Looking forward to this! Good addition to the forums I think!


----------



## Kursah (Dec 20, 2016)

Thanks all!!!

I'll add where I have time... I've wanted to do this thread for a looooooooong time and couldn't put it off any longer. Of course as luck would have it, I choose a time when I'm uber busy with work (around 60hrs/week, and 10-20hrs weekend), holiday season family stuff and other life events. But I'm going to do my best to make this thread and the guide at the beginning of it as-useful-as possible.

Thanks for the support guys and I look forward to making this grow and be worthy of being stickied. I also look to all of you for suggestions and tips you might have learned in the field or just along the way of fixing something that might be a better way or more useful. Or if you feel I should explain something differently, again please let me know! 

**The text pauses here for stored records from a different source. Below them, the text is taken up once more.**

package gen

import (
	"fmt"

	"pgregory.net/rapid"
	"qcheck.dev/qcheck/circuit"
)

// ProgramOptions configure Program: the gates as Options configure Circuit, and how often the
// steps that make a circuit a program appear. The zero value is useful: programs on 3 qubits and
// 3 classical bits of up to 20 steps, about one in eight of them a mid-circuit measurement, a
// reset or a classically controlled gate, with every qubit measured at the end.
type ProgramOptions struct {
	// Options configure the gates, as for Circuit, except that MinOps and MaxOps count every
	// step (gates, measurements and resets) and that no motifs are drawn.
	Options

	// Bits is the number of classical bits; 0 means as many as qubits.
	Bits int

	// Measure, Reset and If weigh a mid-circuit measurement (of a random qubit into a random
	// bit), a reset (of a random qubit) and a classical condition on a gate (the bits read as
	// an integer equal or differ from a value, over one or two random bits) against a plain
	// gate, which weighs 10. 0 means 1 for each; a negative weight means never.
	Measure, Reset, If int

	// Unmeasured leaves out the final measurement of qubit q into bit q (for q below Bits)
	// that Program otherwise appends.
	Unmeasured bool
}

// Program returns a generator of programs: circuits with mid-circuit measurements, resets and
// classically controlled gates, configured by opts (see ProgramOptions). A program is a list of
// steps, each a gate drawn as Circuit draws one, a measurement or a reset; a failing program
// shrinks toward fewer steps (each can be removed on its own), gates rather than measurements
// and resets, unconditioned gates, lower qubits and bits, and conditions on fewer bits. Every
// drawn program passes Validate; impossible options fail every draw with an error naming the
// field.
func Program(opts ProgramOptions) *rapid.Generator[*circuit.Circuit] {
	p, err := opts.resolve()
	if err != nil {
		return failing[*circuit.Circuit](err)
	}
	one := opts.Options
	one.MinOps, one.MaxOps, one.Motifs = 1, 1, -1
	gates := Circuit(one)
	step := rapid.Custom(func(t *rapid.T) circuit.Op {
		switch drawWeighted(t, []int{10, p.weights[0], p.weights[1]}) {
		case 1:
			g, _ := circuit.NewGate("measure")
			return circuit.Op{Gate: g, Qubits: []int{drawBelow(t, p.qubits)}, Bits: []int{drawBelow(t, p.bits)}}
		case 2:
			g, _ := circuit.NewGate("reset")
			return circuit.Op{Gate: g, Qubits: []int{drawBelow(t, p.qubits)}}
		}
		op := gates.Draw(t, "gate").Ops[0]
		if p.weights[2] > 0 && op.Gate.Name != "barrier" && drawWeighted(t, []int{10, p.weights[2]}) == 1 {
			op.If = p.condition(t)
		}
		return op
	})
	steps := rapid.SliceOfN(step, p.minOps, p.maxOps)
	return rapid.Custom(func(t *rapid.T) *circuit.Circuit {
		c := circuit.New(p.qubits).SetBits(p.bits)
		for _, op := range steps.Draw(t, "steps") {
			c.AppendOp(op)
		}
		if !opts.Unmeasured {
			for q := 0; q < min(p.qubits, p.bits); q++ {
				c.Measure(q, q)
			}
		}
		return c
	})
}

// programPlan is ProgramOptions resolved.
type programPlan struct {
	qubits, bits   int
	minOps, maxOps int
	weights        [3]int // measure, reset, if
}

func (o ProgramOptions) resolve() (*programPlan, error) {
	gates, err := o.Options.resolve()
	if err != nil {
		return nil, err
	}
	p := &programPlan{qubits: gates.qubits, bits: o.Bits, minOps: gates.minOps, maxOps: gates.maxOps}
	if p.bits == 0 {
		p.bits = p.qubits
	}
	if p.bits < 0 {
		return nil, fmt.Errorf("gen.ProgramOptions: Bits = %d, want ≥ 0", o.Bits)
	}
	for i, w := range []int{o.Measure, o.Reset, o.If} {
		switch {
		case w == 0:
			p.weights[i] = 1
		case w > 0:
			p.weights[i] = w
		}
	}
	return p, nil
}

// condition draws a test of one or two distinct bits against a value, or its negation.
func (p *programPlan) condition(t *rapid.T) *circuit.Condition {
	cond := &circuit.Condition{Bits: []int{drawBelow(t, p.bits)}}
	if p.bits > 1 && rapid.Bool().Draw(t, "two bits") {
		other := drawBelow(t, p.bits-1)
		if other >= cond.Bits[0] {
			other++
		}
		cond.Bits = append(cond.Bits, other)
	}
	cond.Value = uint64(drawBelow(t, 1<<len(cond.Bits)))
	cond.Not = rapid.Bool().Draw(t, "else")
	return cond
}
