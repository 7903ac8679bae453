package gen

import (
	"math"
	"runtime"
	"sync"
)

// householderBlock is how many reflectors are applied to a column while it is
// in cache. Any value gives the same result; 32 keeps the reflectors of a
// block of a 1024×1024 factorization (32 × 16 KiB) in L2 cache.
const householderBlock = 32

// householderQR factorizes the n×n complex matrix a = Q·R by Householder
// reflections (Golub & Van Loan, Matrix Computations, 4th ed., §5.1.2 and
// §5.2.2, written out here for complex entries because gonum has no complex
// LAPACK). a is stored column by column (entry (i, j) at a[j*n+i]) and is
// overwritten. It returns Q, stored the same way, and the diagonal of R; the
// rest of R is not formed because the Haar sampler does not need it.
//
// Reflector k is H_k = I − τ_k v_k v_k^† with v_k = x + e^{i arg x_0}‖x‖ e_0,
// x the k-th column below the diagonal, so H_k x = −e^{i arg x_0}‖x‖ e_0: the
// sign is chosen so that no cancellation happens, and the diagonal of R then
// carries a phase that the caller must remove (see haarUnitary).
//
// Reflectors are applied in blocks of householderBlock to one column at a
// time, the same arithmetic in the same order per column as one at a time,
// with a fraction of the memory traffic.
func householderQR(a []complex128, n int) (q, rdiag []complex128) {
	rdiag = make([]complex128, n)
	tau := make([]float64, n)
	for k0 := 0; k0 < n; k0 += householderBlock {
		k1 := min(k0+householderBlock, n)
		for k := k0; k < k1; k++ {
			rdiag[k], tau[k] = reflector(a[k*n+k : (k+1)*n])
			for j := k + 1; j < k1; j++ {
				reflect(a[k*n+k:(k+1)*n], a[j*n+k:(j+1)*n], tau[k])
			}
		}
		columns(k1, n, func(j int) {
			for k := k0; k < k1; k++ {
				reflect(a[k*n+k:(k+1)*n], a[j*n+k:(j+1)*n], tau[k])
			}
		})
	}

	// Q = H_0 H_1 ⋯ H_{n−1}, accumulated backwards: H_k touches rows k.. only,
	// and columns j < k of H_k ⋯ H_{n−1} are still e_j, which H_k leaves alone.
	q = make([]complex128, n*n)
	for j := range n {
		q[j*n+j] = 1
	}
	for k1 := n; k1 > 0; k1 -= householderBlock {
		k0 := max(k1-householderBlock, 0)
		columns(k0, n, func(j int) {
			for k := min(k1, j+1) - 1; k >= k0; k-- {
				reflect(a[k*n+k:(k+1)*n], q[j*n+k:(j+1)*n], tau[k])
			}
		})
	}
	return q, rdiag
}

// parallelColumns is the number of columns from which columns spreads the
// work over all cores; below it goroutines cost more than they save.
const parallelColumns = 64

// columns calls update(j) for j in [from, to), on all cores when there are
// many columns. Columns are independent, so the result does not depend on
// how they are shared out.
func columns(from, to int, update func(j int)) {
	workers := runtime.GOMAXPROCS(0)
	if to-from < parallelColumns || workers == 1 {
		for j := from; j < to; j++ {
			update(j)
		}
		return
	}
	var wg sync.WaitGroup
	for w := range workers {
		wg.Add(1)
		go func() {
			defer wg.Done()
			for j := from + w; j < to; j += workers {
				update(j)
			}
		}()
	}
	wg.Wait()
}

// reflector turns the column x in place into the vector v of its Householder
// reflector and returns R_kk = −e^{i arg x_0}‖x‖ and τ = 2/‖v‖² (τ = 0 and
// R_kk = 0 for x = 0, which has probability zero for Gaussian input).
func reflector(x []complex128) (rkk complex128, tau float64) {
	var norm2 float64
	for _, e := range x {
		norm2 += real(e)*real(e) + imag(e)*imag(e)
	}
	if norm2 == 0 {
		return 0, 0
	}
	norm := math.Sqrt(norm2)
	abs0 := math.Hypot(real(x[0]), imag(x[0]))
	phase := complex(1, 0)
	if abs0 != 0 {
		phase = x[0] / complex(abs0, 0)
	}
	x[0] += phase * complex(norm, 0)
	return -phase * complex(norm, 0), 1 / (norm * (norm + abs0)) // ‖v‖² = 2‖x‖(‖x‖+|x_0|)
}

// reflect applies I − τ v v^† to the vector c in place (len(c) == len(v)).
func reflect(v, c []complex128, tau float64) {
	if tau == 0 {
		return
	}
	c = c[:len(v)]
	var sr, si float64 // s = v^† c
	for i, e := range v {
		sr += real(e)*real(c[i]) + imag(e)*imag(c[i])
		si += real(e)*imag(c[i]) - imag(e)*real(c[i])
	}
	sr *= tau
	si *= tau
	for i, e := range v {
		c[i] -= complex(sr*real(e)-si*imag(e), sr*imag(e)+si*real(e))
	}
}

If this guide once completed helps just one person, I've done what I came here to do. As always spread the TPU cheer in the form of helping and educating others.


----------



## Kursah (Dec 22, 2016)

Updated all important sections, using the Spoiler buttons to keep things in order...running into some issues with a XenForo bug that doesn't like mixing Spoiler tags and bullet points together in the OP. But I think I have a solution in-place that will keep it clean and consistent. I plan to further hone down the sections, but if you feel I should add or explain something, please let me know either via post in this thread or PM.

I have also added the link to this thread in my sig.


----------



## stinger608 (Dec 22, 2016)

This is some frigging awesome tools @Kursah !!!   

I respect the members so highly here, that take time and care to try and help fellow members out! You and @Solaris17 are both at the top of my respect list!!!!!!!


----------



## m&m's (Dec 22, 2016)

Kursah said:


> *Note: *that as of Windows 10 1607 (Anniversary Edition), that all ISO's I have located contain *Install.ESD*, which will *NOT* work with this repair.


You can download a Windows 10 1607 ISO which contains a .WIM from https://www.microsoft.com/en-us/software-download/windows10ISO/


----------



## Kursah (Dec 22, 2016)

m&m's said:


> You can download a Windows 10 1607 ISO which contains a .WIM from https://www.microsoft.com/en-us/software-download/windows10ISO/



Excellent! I was actually planning to go through and update my links. Thanks for sharing that! 

I do need to revise each section...I copied parts off of a guide I made for my Help Desk techs months ago and kept the parts relevant to this site but not my place of work. So each section needs some serious fine tuning yet! Please keep this kinda stuff coming as I greatly appreciate it!


----------



## Kursah (Dec 27, 2016)

Made a few changes over the holiday weekend in between a lot of happenings and gatherings.

I also went through and edited sections in the OP along with adding a stability testing section. Now at this point I just added some of the most common methods I use, and defer to creating a new thread seeking help if more direction is needed. I also am very aware that we all have our preferences, I do suggest that folks use their preferred methods of testing I am only providing an option that I use. 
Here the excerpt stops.